The House of Eve (71)
“Bitch,” Bubbles mumbled, but even she was too tired to do much more than dab at the soppy mess. “That’s Gertrude. She’s a lifer.”
“What’s a lifer?”
“She went over already, surrendered her baby, and now she is here paying off her debt by working in the laundry. We’re all required to do payback work. Some stay longer than others.”
“I didn’t know that.”
“There is a lot they don’t tell you before confining you to the Gingerbread House.”
I looked at her confused.
“It’s what we call this place. Sounds sweeter than the House of Magdalene for Unwed Whores, don’t it?”
* * *
On Sunday morning we met in the parlor for church, and after an hour sermon, we had time to ourselves. I spent mine painting Shimmy’s hands reaching out for me. I missed him, and I missed Aunt Marie. I desperately wanted to be back home with her.
During daybreak devotion on Monday morning, a young nun arrived carrying a satchel. She wore a black jumper with a white collared shirt and a light veil that swung around her back. I heard a few greet her as Little Sister Bethany. She did not live in the Gingerbread House with us, but Bubbles told me that she was our teacher Monday through Friday. After a breakfast of clumpy oatmeal, we filed into the classroom, where she stood in front of the blackboard.
“Welcome, Ruby.” She introduced herself, then held out her hand to shake mine. “We have a rotating schedule. Today is sewing. Do you have any experience?”
“Just a little,” I offered. Nene used to take in sewing to make ends meet before she went blind, and she had taught me how to thread a needle and darn socks.

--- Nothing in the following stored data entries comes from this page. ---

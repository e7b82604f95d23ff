// The circuit linearised at its bias point, shared by the small-signal
// analyses: G and C from one evaluation at the operating point, and the
// complex MNA matrix G + jwC on the same compressed-column pattern, factored
// by complex KLU with the symbolic analysis done once for every frequency.
//
// Vectors follow the layout of mna/device.hpp: n + 1 entries, index 0 is
// ground (kept at zero), unknowns 1..n.
#pragma once

#include <complex>
#include <vector>

#include "mna/sparse_lu.hpp"
#include "mna/system.hpp"

namespace stage::analysis {

using Complex = std::complex<double>;

// A linear read-out of a small-signal solution X at angular frequency w:
//   value = sum over terms of (g + jw c) X[unknown].
// A node voltage is one term of g = 1; an element's current is the row of
// that element's own G and C stamp at the terminal it flows in from.
struct Probe {
  struct Term {
    mna::Index unknown = mna::kGroundIndex;
    double g = 0, c = 0;
  };
  std::vector<Term> terms;

  Complex value(const std::vector<Complex>& x, double omega) const;
  Probe scaled(double factor) const;
  // v(p) - v(n); ground contributes nothing.
  static Probe voltage(mna::Index p, mna::Index n = mna::kGroundIndex);
};

class SmallSignalSystem {
 public:
  // x: the bias solution (n + 1 entries). Evaluates G and C there once.
  SmallSignalSystem(const mna::System& system, const std::vector<double>& x);

  const mna::System& system() const { return system_; }
  // G and C at the bias point: nnz + 1 entries, the last is trash.
  const std::vector<double>& conductance() const { return bias_.g; }
  const std::vector<double>& capacitance() const { return bias_.c; }

  // A zeroed right-hand side / solution vector of n + 1 entries.
  std::vector<Complex> make_vector() const;

  // Factors G + jwC (numeric refactorisation after the first call). Throws
  // NumericalError naming the frequency and the unknown when it is singular.
  void factor(double omega);
  // Overwrites b with the solution X of (G + jwC) X = b for the last factor().
  void solve(std::vector<Complex>& b);

  // The small-signal current entering `device` at node `from` and leaving it
  // at `to` (a two-terminal view), read from the device's own stamp at the
  // bias point: the row of `from`, or minus the row of `to` when `from` is
  // ground.
  Probe current_through(mna::Device& device, mna::Index from, mna::Index to) const;

 private:
  const mna::System& system_;
  std::vector<double> x_;
  mna::Workspace bias_;
  std::vector<Complex> values_;  // G + jwC, nnz entries
  mna::SparseLu<Complex> lu_;
};

}  // namespace stage::analysis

Small sewing kits were passed around with wicker baskets containing different textures of fabrics. Little Sister Bethany demonstrated a simple hem and then walked around the room inspecting our stitching as we tried mimicking her work. When class was dismissed, we were given watery chicken noodle soup for lunch. Each afternoon we were permitted two hours to work on our school assignments. Little Sister Bethany walked around the house checking to see if anyone needed help. The girls who weren’t in school took that time to read or practice knitting or sewing. Once we finished, we did our house job; Mother Margaret assigned me the job of sorting and distributing the mail. When I looked around confused, a porcelain girl slid up to me.
“I’ll show you how it’s done. That used to be my job before I got transferred to tallying the spices and condiments in the kitchen.”
“By spices you must mean cardboard and containers because that is the blandest food I’ve ever tasted in my life,” I chuckled.
She introduced herself as Clara, and I recognized her as the freckled girl from the kitchen who smiled at me while peeling the potatoes when I’d arrived on Friday.
Clara had stringy brown hair and was rail thin. Her belly was grossly out of place on her tiny frame. It looked like she had shoved a beach ball under her blouse.
“We collect letters on Mondays. Then we put them in a box and mail them to an address in Raleigh, North Carolina. From there, the letters are transferred into new envelopes and postmarked.”
“Why so many steps?”
She whispered, “Everything is done here in secrecy. They go to great lengths to protect our identity so that no one knows the sins we have committed.” Her lips trembled before she pulled them into a smile. “You got it?”
“Yes.”
She handed me a small brown box. “Here are the letters that just came in for distribution. Once you give them out, you can put the new letters you collect from the girls back in the same box.”
There were ten letters. Each envelope was addressed in the same script, with a first name and the first initial of the last name of the recipient. As I stood in front of the living room reading off the names, each girl who retrieved a letter smiled and cheered like she had won a sweepstakes. After I called out the last name and closed the box, Loretta rushed up and grabbed my arm.
“There’s nothing for me?”
I turned the box upside down to be sure, but it was empty. Tears gathered in her eyes and she ran off.
A few minutes later, done with my sorting duties, I went to see about Loretta. I found her laying on her bed reading the same crumpled paper she had been reading since I arrived.
“What’s the matter?”
“My boyfriend. He promised to write, and it’s been weeks.”
“Maybe he got busy.”
“Busy with Cissy Fontaine.”
My cot creaked beneath me and I took off my shoes, folding my legs underneath me.
“She’s been wanting Rucker since he and I started dating. Now that I’m in here, she can sink her claws into him.” She tucked away a few strands of hair that had come loose from her bun. “Crazy thing is we only went all the way one time. One silly time and now I’m stuck dealing with this.” She pointed to the pop of her belly. “He said we would get married.”
“Why didn’t you?”
“My mother said we didn’t know his people and that they weren’t our kind.”
I nodded for Loretta to keep going. She sighed and then told me that her father was a dentist and her mother a social studies teacher. She grew up in a nice middle-class home, went to school and participated in social clubs with other nice girls who didn’t do bad things.